Photo by Alena Blakley. 

By Chelsea Weeks, Assistant Features Editor

Thanks to movies and television shows, the job of a police officer is either glamorized or shown in a negative light.

Yet, in the real world they are regular humans trying to create a life for themselves. This can be seen by the officers here on campus.

Kent Borcherding is a police officer who has been on the police force at OBU since August.

Although he is new to OBU, he is seasoned in the field of criminal justice. Borcherding graduated with a bachelor’s degree from East Central University in 1988. Although he started as an accounting major, he changed to criminal justice.
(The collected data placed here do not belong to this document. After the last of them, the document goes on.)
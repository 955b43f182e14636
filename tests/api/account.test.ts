import request from 'supertest';
import { describe, expect, it } from 'vitest';
import { buildUser, call, PASSWORD, signIn, useApi } from '../helpers/api';
import { buildNeighbourhood, buildSite } from '../helpers/factories';

const NEW = 'gannet-orchard-brass-window';

describe('own account, role changes and deactivation', () => {
  const ctx = useApi();
  const signInAgain = (email: string, password: string) => request(ctx.app).post('/api/v1/session').send({ email, password });

  describe('signed out', () => {
    it.each([
      ['get', '/api/v1/me'],
      ['patch', '/api/v1/me'],
      ['post', '/api/v1/me/password'],
      ['get', '/api/v1/me/nodes'],
    ] as const)('%s %s answers 401', async (method, url) => {
      const res = await call(request(ctx.app), method, url, method === 'get' ? undefined : {});
      expect(res.status).toBe(401);
    });
  });

  it('every role reads and changes its own name and phone, not its role', async () => {
    for (const role of ['admin', 'operator', 'host'] as const) {
      const user = await buildUser({ role, phone: '+00 555 0100' });
      const agent = await signIn(ctx, user);
      expect((await agent.get('/api/v1/me')).body.data).toEqual({ id: user.id, email: user.email, name: user.name, role, phone: '+00 555 0100' });
      const res = await call(agent, 'patch', '/api/v1/me', { name: 'Hester Quill', phone: null, role: 'admin' });
      expect(res.status).toBe(200);
      expect(res.body.data).toEqual({ id: user.id, email: user.email, name: 'Hester Quill', role, phone: null });
    }
  });

  it('answers 400 to an empty or bad contact update', async () => {
    const agent = await signIn(ctx, await buildUser());
    const empty = await call(agent, 'patch', '/api/v1/me', {});
    expect(empty.status).toBe(400);
    expect(empty.body.error.message).toBe('The request body is invalid: give a name or a phone number to change.');
    const long = await call(agent, 'patch', '/api/v1/me', { phone: '5'.repeat(41) });
    expect(long.body.error.details).toEqual([{ path: 'phone', message: 'phone must be at most 40 characters' }]);
  });

  describe('changing one’s own password', () => {
    it('needs the current password (400 otherwise) and a strong new one', async () => {
      const user = await buildUser();
      const agent = await signIn(ctx, user);
      const wrong = await call(agent, 'post', '/api/v1/me/password', { currentPassword: 'not-my-password', newPassword: NEW });
      expect(wrong.status).toBe(400);
      expect(wrong.body.error.details).toEqual([{ path: 'currentPassword', message: 'currentPassword does not match your current password' }]);
      const weak = await call(agent, 'post', '/api/v1/me/password', { currentPassword: PASSWORD, newPassword: 'letmein' });
      expect(weak.status).toBe(400);
      expect(weak.body.error.details).toEqual([{ path: 'newPassword', message: 'newPassword must be at least 12 characters' }]);
      const same = await call(agent, 'post', '/api/v1/me/password', { currentPassword: PASSWORD, newPassword: PASSWORD });
      expect(same.status).toBe(400);
      expect(same.body.error.details[0].path).toBe('newPassword');
    });

    it('changes it, keeps this session, and signs out the person’s other sessions', async () => {
      const user = await buildUser();
      const here = await signIn(ctx, user);
      const elsewhere = await signIn(ctx, user);
      const res = await call(here, 'post', '/api/v1/me/password', { currentPassword: PASSWORD, newPassword: NEW });
      expect(res.status).toBe(204);
      expect((await here.get('/api/v1/me')).status).toBe(200);
      expect((await elsewhere.get('/api/v1/me')).status).toBe(401);
      expect((await signInAgain(user.email, PASSWORD)).status).toBe(401);
      expect((await signInAgain(user.email, NEW)).status).toBe(200);
    });
  });

  it('deactivating a person ends their session at once, and reactivating lets them sign in again', async () => {
    const admin = await signIn(ctx, await buildUser({ role: 'admin' }));
    const person = await buildUser({ role: 'operator' });
    const theirs = await signIn(ctx, person);
    expect((await theirs.get('/api/v1/me')).status).toBe(200);
    expect((await call(admin, 'patch', `/api/v1/users/${person.id}`, { active: false })).status).toBe(200);
    const after = await theirs.get('/api/v1/me');
    expect(after.status).toBe(401);
    expect((await theirs.get('/api/v1/session')).body.user).toBeNull();
    expect((await signInAgain(person.email, PASSWORD)).status).toBe(401);
    expect((await call(admin, 'patch', `/api/v1/users/${person.id}`, { active: true })).status).toBe(200);
    expect((await signInAgain(person.email, PASSWORD)).status).toBe(200);
  });

  it('a role change takes effect on the person’s very next request', async () => {
    const admin = await signIn(ctx, await buildUser({ role: 'admin' }));
    const person = await buildUser({ role: 'admin' });
    const theirs = await signIn(ctx, person);
    expect((await theirs.get('/api/v1/users')).status).toBe(200);
    const res = await call(admin, 'patch', `/api/v1/users/${person.id}`, { role: 'host' });
    expect(res.status).toBe(200);
    expect(res.body.data.role).toBe('host');
    expect((await theirs.get('/api/v1/users')).status).toBe(403);
    expect((await theirs.get('/api/v1/session')).body.user.role).toBe('host');
  });

  describe('host portal (/me/nodes)', () => {
    it('lists only the sites the caller hosts, with a plain sentence per node', async () => {
      const host = await buildUser({ role: 'host' });
      const hood = await buildNeighbourhood();
      const mine = await buildSite({ neighbourhoodId: hood.id, hostUserId: host.id, name: 'Quay Chandlery' });
      await buildSite({ neighbourhoodId: hood.id, name: 'Someone else’s roof' });
      const { Node } = await import('../../server/models');
      await Node.create({ name: 'qc-1', siteId: mine.id, neighbourhoodId: hood.id, state: 'online' });
      const res = await (await signIn(ctx, host)).get('/api/v1/me/nodes');
      expect(res.status).toBe(200);
      expect(res.body.data).toHaveLength(1);
      expect(res.body.data[0]).toMatchObject({ id: mine.id, name: 'Quay Chandlery', neighbourhoodName: hood.name });
      expect(res.body.data[0].nodes).toEqual([
        expect.objectContaining({
          name: 'qc-1',
          state: 'online',
          summary: 'Your node on Quay Chandlery is working normally.',
          recentOutages: [],
          availability: { h24Pct: null, d30Pct: null },
        }),
      ]);
    });

    it('carries each node’s maintenance windows exactly as the node’s own maintenance list answers them', async () => {
      const host = await buildUser({ role: 'host' });
      const hood = await buildNeighbourhood();
      const site = await buildSite({ neighbourhoodId: hood.id, hostUserId: host.id });
      const { Node } = await import('../../server/models');
      const node = await Node.create({ name: 'qc-2', siteId: site.id, neighbourhoodId: hood.id, state: 'online' });
      const agent = await signIn(ctx, host);
      const startsAt = new Date(Date.now() + 86_400_000).toISOString();
      const endsAt = new Date(Date.now() + 90_000_000).toISOString();
      const announced = await call(agent, 'post', `/api/v1/nodes/${node.id}/maintenance-windows`, { startsAt, endsAt, reason: 'New roof felt' });
      expect(announced.status).toBe(201);

      const res = await agent.get('/api/v1/me/nodes');
      expect(res.status).toBe(200);
      const carried = res.body.data[0].nodes[0].maintenance;
      expect(carried).toEqual((await agent.get(`/api/v1/nodes/${node.id}/maintenance-windows`)).body);
      expect(carried).toEqual({
        data: [expect.objectContaining({ id: announced.body.data.id, status: 'upcoming', reason: 'New roof felt', abilities: { cancel: true } })],
        abilities: { create: true },
      });
    });

    it('is empty for someone who hosts nothing', async () => {
      const res = await (await signIn(ctx, await buildUser({ role: 'operator' }))).get('/api/v1/me/nodes');
      expect(res.body.data).toEqual([]);
    });
  });
});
“While attending East Central University I took my first criminal justice class as additional credit and because my roommate said it would be fun,” Borcherding said.

“By the end of the semester, I became very intrigued with law enforcement and took a second criminal justice class. By mid-semester, I was hooked, and knew I wanted to pursue a career in law enforcement and changed my major from accounting,” he said.
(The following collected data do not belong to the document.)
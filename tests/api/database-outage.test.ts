import request from 'supertest';
import { afterAll, beforeAll, describe, expect, it } from 'vitest';
import { createApp } from '../../server/app';
import { loadConfig, type Config } from '../../server/config';
import { QueryTypes } from 'sequelize';
import { createSequelize } from '../../server/db/sequelize';
import { startJobs } from '../../server/jobs/scheduler';
import { Node } from '../../server/models';
import { rotateToken } from '../../server/services/ingestTokens';
import { buildUser, PASSWORD, truncateAll } from '../helpers/api';
import { buildNeighbourhood, buildNode, buildSite } from '../helpers/factories';
import { startTcpProxy } from '../helpers/tcpProxy';

// The app reaches the test database through a proxy the test can cut, as a PostgreSQL restart would.
describe('while PostgreSQL is unreachable', () => {
  let proxy: Awaited<ReturnType<typeof startTcpProxy>>;
  let made: ReturnType<typeof createApp>;
  let sequelize: ReturnType<typeof createSequelize>;
  let config: Config;
  let token = '';

  beforeAll(async () => {
    const real = new URL(process.env.DATABASE_URL!);
    proxy = await startTcpProxy(Number(real.port || 5432), real.hostname);
    const viaProxy = new URL(real);
    viaProxy.port = String(proxy.port);
    config = loadConfig({ ...process.env, NODE_ENV: 'test', DATABASE_URL: viaProxy.toString(), DATABASE_PROBE_INTERVAL_MS: '200' });
    sequelize = createSequelize(config.databaseUrl, 4);
    made = createApp({ config, sequelize });
    await truncateAll(sequelize);
    const node = await buildNode();
    token = await rotateToken(sequelize, node.id, new Date());
  });
  afterAll(async () => {
    await made?.close();
    await sequelize?.close();
    await proxy?.close();
  });

  const report = (seq: number) =>
    request(made.app).post('/api/v1/heartbeats').set('Authorization', `Bearer ${token}`).send({ seq, bootId: 'b00t-1', sentAt: new Date().toISOString() });

  it('answers 503 database_unavailable with Retry-After everywhere, never 500, and resumes by itself', async () => {
    const user = await buildUser({ role: 'admin' });
    const agent = request.agent(made.app);
    expect((await agent.post('/api/v1/session').send({ email: user.email, password: PASSWORD })).status).toBe(200);
    expect((await report(1)).status).toBe(202);

    proxy.set('refuse');
    const health = await request(made.app).get('/api/health');
    expect(health.status).toBe(503);
    expect(health.headers['retry-after']).toMatch(/^\d+$/);
    expect(health.body.error.code).toBe('database_unavailable');

    const answers = await Promise.all([
      report(2),
      agent.get('/api/v1/nodes'),
      agent.get('/api/v1/session'),
      request(made.app).post('/api/v1/session').send({ email: user.email, password: PASSWORD }),
      request(made.app).get('/api/v1/public/status'),
    ]);
    for (const res of answers) {
      expect(res.status).toBe(503);
      expect(res.headers['retry-after']).toMatch(/^\d+$/);
      expect(res.body.error).toEqual({ code: 'database_unavailable', message: expect.stringContaining('cannot reach its database') });
    }
    expect(made.databaseWatch.up).toBe(false);

    proxy.set('pass');
    const cutAt = Date.now();
    let accepted = await report(2);
    while (accepted.status !== 202 && Date.now() - cutAt < 10_000) {
      expect(accepted.status).toBe(503);
      await new Promise((r) => setTimeout(r, 100));
      accepted = await report(2);
    }
    const recoveredInMs = Date.now() - cutAt;
    console.log(`database outage test: reports accepted again ${recoveredInMs} ms after the database returned`);
    expect(accepted.status).toBe(202);
    expect(recoveredInMs).toBeLessThan(10_000);
    expect((await agent.get('/api/v1/nodes')).status).toBe(200); // the session survived in PostgreSQL
    expect((await request(made.app).get('/api/health')).body).toEqual({ status: 'ok' });
  });

  it('treats the silence its own outage caused like its own downtime: one notice to admins, no outage mail to hosts', async () => {
    const admin = await buildUser({ role: 'admin' });
    const host = await buildUser({ role: 'host' });
    const operator = await buildUser({ role: 'operator' });
    const hood = await buildNeighbourhood({ operators: [operator] });
    const node = await buildNode({ siteId: (await buildSite({ neighbourhoodId: hood.id, hostUserId: host.id })).id });
    await Node.update({ reportIntervalS: 10, thresholds: { offlineAfterIntervals: 1 } }, { where: { id: node.id } });
    const nodeToken = await rotateToken(sequelize, node.id, new Date());
    const send = () =>
      request(made.app).post('/api/v1/heartbeats').set('Authorization', `Bearer ${nodeToken}`).send({ seq: 1, sentAt: new Date().toISOString() });
    expect((await send()).status).toBe(202);
    const jobs = startJobs({ ...config, healthCheckIntervalMs: 200 }, sequelize, made.databaseWatch);
    try {
      await new Promise((r) => setTimeout(r, 600));
      // The database is away for longer than the node's whole offline window (10 s).
      proxy.set('refuse');
      const cutAt = Date.now();
      while (made.databaseWatch.up && Date.now() - cutAt < 5000) await new Promise((r) => setTimeout(r, 50));
      expect(made.databaseWatch.up).toBe(false);
      await new Promise((r) => setTimeout(r, 11_000));
      expect((await send()).status).toBe(503); // the node could not report
      proxy.set('pass');
      const backAt = Date.now();
      while (!made.databaseWatch.up && Date.now() - backAt < 10_000) await new Promise((r) => setTimeout(r, 50));
      await new Promise((r) => setTimeout(r, 1500)); // several ticks after the return
    } finally {
      await jobs.stop();
    }
    const mail = await sequelize.query<{ kind: string; recipient_user_id: number }>(
      'SELECT kind, recipient_user_id FROM outbox WHERE recipient_user_id = ANY($1) ORDER BY id',
      { bind: [[admin.id, host.id, operator.id]], type: QueryTypes.SELECT },
    );
    expect((await Node.findByPk(node.id))!.state).toBe('online');
    expect(mail).toEqual([{ kind: 'self-check', recipient_user_id: admin.id }]);
  }, 40_000);
});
“I continued to enhance my education by taking additional classes and received my CLEET advanced certification and among other investigative courses attended the Criminal Investigation Academy. Today, I have over 1500 hours of continuing education in the field of law enforcement.”

While education is important, Borcherding said he believes that experience can help refine the skills you learn. Over the course of his life, he has worked countless cases in many different positions at several stations.
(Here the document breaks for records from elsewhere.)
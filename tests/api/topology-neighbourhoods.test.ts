// GET /api/v1/topology/neighbourhoods: the map's quick per-neighbourhood state counts, scoped like the graph.
import request from 'supertest';
import { beforeAll, describe, expect, it } from 'vitest';
import type { NodeState } from '../../shared/enums';
import { topologyNeighbourhoodsResponseSchema, type TopologyNeighbourhoodDto } from '../../shared/schemas/topology';
import type { Neighbourhood, User } from '../../server/models';
import { type Agent, buildUser, call, signIn, useApi } from '../helpers/api';
import { buildNeighbourhood, buildNode, buildSite } from '../helpers/factories';

type Who = 'admin' | 'operatorA' | 'operatorB' | 'hostA';

describe('GET /api/v1/topology/neighbourhoods', () => {
  const ctx = useApi();
  const people = {} as Record<Who, User>;
  const agents = {} as Record<Who, Agent>;
  let hoodA: Neighbourhood;
  let hoodB: Neighbourhood;

  beforeAll(async () => {
    people.admin = await buildUser({ role: 'admin' });
    people.operatorA = await buildUser({ role: 'operator' });
    people.operatorB = await buildUser({ role: 'operator' });
    people.hostA = await buildUser({ role: 'host' });
    hoodA = await buildNeighbourhood({ operators: [people.operatorA] });
    hoodB = await buildNeighbourhood({ operators: [people.operatorB] });
    // Two nodes on the hosted roof, one on a second roof of the same neighbourhood, one elsewhere.
    const hosted = await buildSite({ neighbourhoodId: hoodA.id, hostUserId: people.hostA.id, latitude: 47.6, longitude: -38.4 });
    const other = await buildSite({ neighbourhoodId: hoodA.id, latitude: 47.63, longitude: -38.43 });
    const far = await buildSite({ neighbourhoodId: hoodB.id, latitude: 47.7, longitude: -38.5 });
    const place: [number, NodeState][] = [
      [hosted.id, 'online'],
      [hosted.id, 'offline'],
      [other.id, 'degraded'],
      [far.id, 'maintenance'],
    ];
    for (const [siteId, state] of place) await (await buildNode({ siteId })).update({ state });
    for (const who of Object.keys(people) as Who[]) agents[who] = await signIn(ctx, people[who]);
  });

  const summary = async (who: Who) => {
    const res = await call(agents[who], 'get', '/api/v1/topology/neighbourhoods');
    expect(res.status).toBe(200);
    const body = topologyNeighbourhoodsResponseSchema.parse(res.body);
    return new Map(body.data.map((h) => [h.neighbourhoodId, h]));
  };
  const counts = (h: TopologyNeighbourhoodDto | undefined) => h && Object.entries(h.counts).filter(([, c]) => c > 0);

  it("an admin gets every neighbourhood with every state counted and the mean of its nodes' roofs", async () => {
    const hoods = await summary('admin');
    const a = hoods.get(hoodA.id)!;
    expect(a.name).toBe(hoodA.name);
    expect(a.total).toBe(3);
    expect(counts(a)).toEqual([
      ['online', 1],
      ['degraded', 1],
      ['offline', 1],
    ]);
    expect(a.counts.stranded).toBe(0); // absent states are 0, not missing
    // Hand-computed means over the three nodes: (2 × 47.6 + 47.63) / 3 and (2 × -38.4 + -38.43) / 3.
    expect(a.latitude).toBeCloseTo(47.61, 9);
    expect(a.longitude).toBeCloseTo(-38.41, 9);
    expect(hoods.get(hoodB.id)).toMatchObject({ total: 1, latitude: 47.7, longitude: -38.5 });
    expect(counts(hoods.get(hoodB.id))).toEqual([['maintenance', 1]]);
  });

  it('an operator gets only the neighbourhoods they are assigned to', async () => {
    const a = await summary('operatorA');
    expect([...a.keys()]).toEqual([hoodA.id]);
    expect(a.get(hoodA.id)!.total).toBe(3);
    const b = await summary('operatorB');
    expect([...b.keys()]).toEqual([hoodB.id]);
  });

  it('a host gets only the nodes on the roofs they host', async () => {
    const h = await summary('hostA');
    expect([...h.keys()]).toEqual([hoodA.id]);
    expect(counts(h.get(hoodA.id))).toEqual([
      ['online', 1],
      ['offline', 1],
    ]);
    expect(h.get(hoodA.id)).toMatchObject({ total: 2, latitude: 47.6, longitude: -38.4 });
  });

  it('agrees with the full graph for every role', async () => {
    for (const who of Object.keys(people) as Who[]) {
      const graph = await call(agents[who], 'get', '/api/v1/topology');
      const fromGraph = new Map<number, number>();
      for (const n of graph.body.data.nodes as { neighbourhoodId: number }[]) fromGraph.set(n.neighbourhoodId, (fromGraph.get(n.neighbourhoodId) ?? 0) + 1);
      const hoods = await summary(who);
      expect(new Map([...hoods.values()].map((h) => [h.neighbourhoodId, h.total])), who).toEqual(fromGraph);
    }
  });

  it('refuses a caller who is not signed in', async () => {
    expect((await request(ctx.app).get('/api/v1/topology/neighbourhoods')).status).toBe(401);
  });
});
“I started my career as a police officer in the town of Meeker,” Borcherding said. “After a couple of years at Meeker, I applied and got the position as a police officer in Shawnee. At Shawnee, I had a very diverse career; I started out as a patrolman on midnight shift and over time, worked my way through different ranks and positions.  I become an advanced accident investigator, a self-defense instructor, a SWAT team member, honor guard member and eventually was an instructor in eight different areas for the Council on Law Enforcement Education and Training,” he said.

“I was promoted to detective, and a couple of years later I was promoted to being the supervisor over the Criminal Investigation Division. My division worked an average of 1,100 cases a year, many of which were violent felonies and consisted of rape, armed robbery, kidnapping and homicide. I accepted a position as the marshal in Norman,” he said.

“As a marshal, I authored the policy and procedure for that position as well as conducted training for other employee and revamped the procedures for locating people with outstanding warrants. During my tenure at Norman I was able to serve an average of 96 warrants a month,” he said. 

Borcherding explained how he ended up on Bison Hill.

“As of today, I have over 8,000 arrests in the span of my career. In 2015, I left Norman and moved back to the Shawnee area with the intention of retiring from law enforcement. However, plans change, and after some discussion with chief Shannon at OBU, I am now serving with the OBU Police Department.”

Borcherding worked an average of 70 hours a week and would have to work on call and be ready when the job called.

“My family and kids were very supportive of my career,” Borcherding said.

Borcherding has been awarded many times throughout his career, not only for being a great police officer, but also for making some of the case processes easier.

“During my tenure at Shawnee, I was awarded many achievement awards and commendations; some of the highlights were two formal commendations, setting up the AFIS (Automated Fingerprint Identification System) for Shawnee and also setting up the Leads on Line system for Shawnee,” Borcherding said.

“In 2008, I was also awarded the prestigious Metal of Valor award. Upon my retirement from Shawnee I was given the outstanding service award,” he said.

Borcherding said his long career has put him in a better place to advise others interested in the same field.

Chase Longshore, senior sociology major, is going through the application process right now because he wants to become a police officer. Longshore saw Borcherding at the RAWC one day and asked him for advice.

“I think what stood out to me more is just his willingness to share with me and give me advice. I’ve talked to a few police officers in the past and a couple of them have been nice but they [had] forgotten when they were in my position,” Longshore said.

“I really appreciated him taking the time to sit there and talk with me.”

After many years in the field, Borcherding knows many ‘tricks of the trade.’ He offers advice to interested students about information ranging from resumes, applications, law mentalities and financial advice.

“Just keep increasing your education; take one or two different paths,” he said.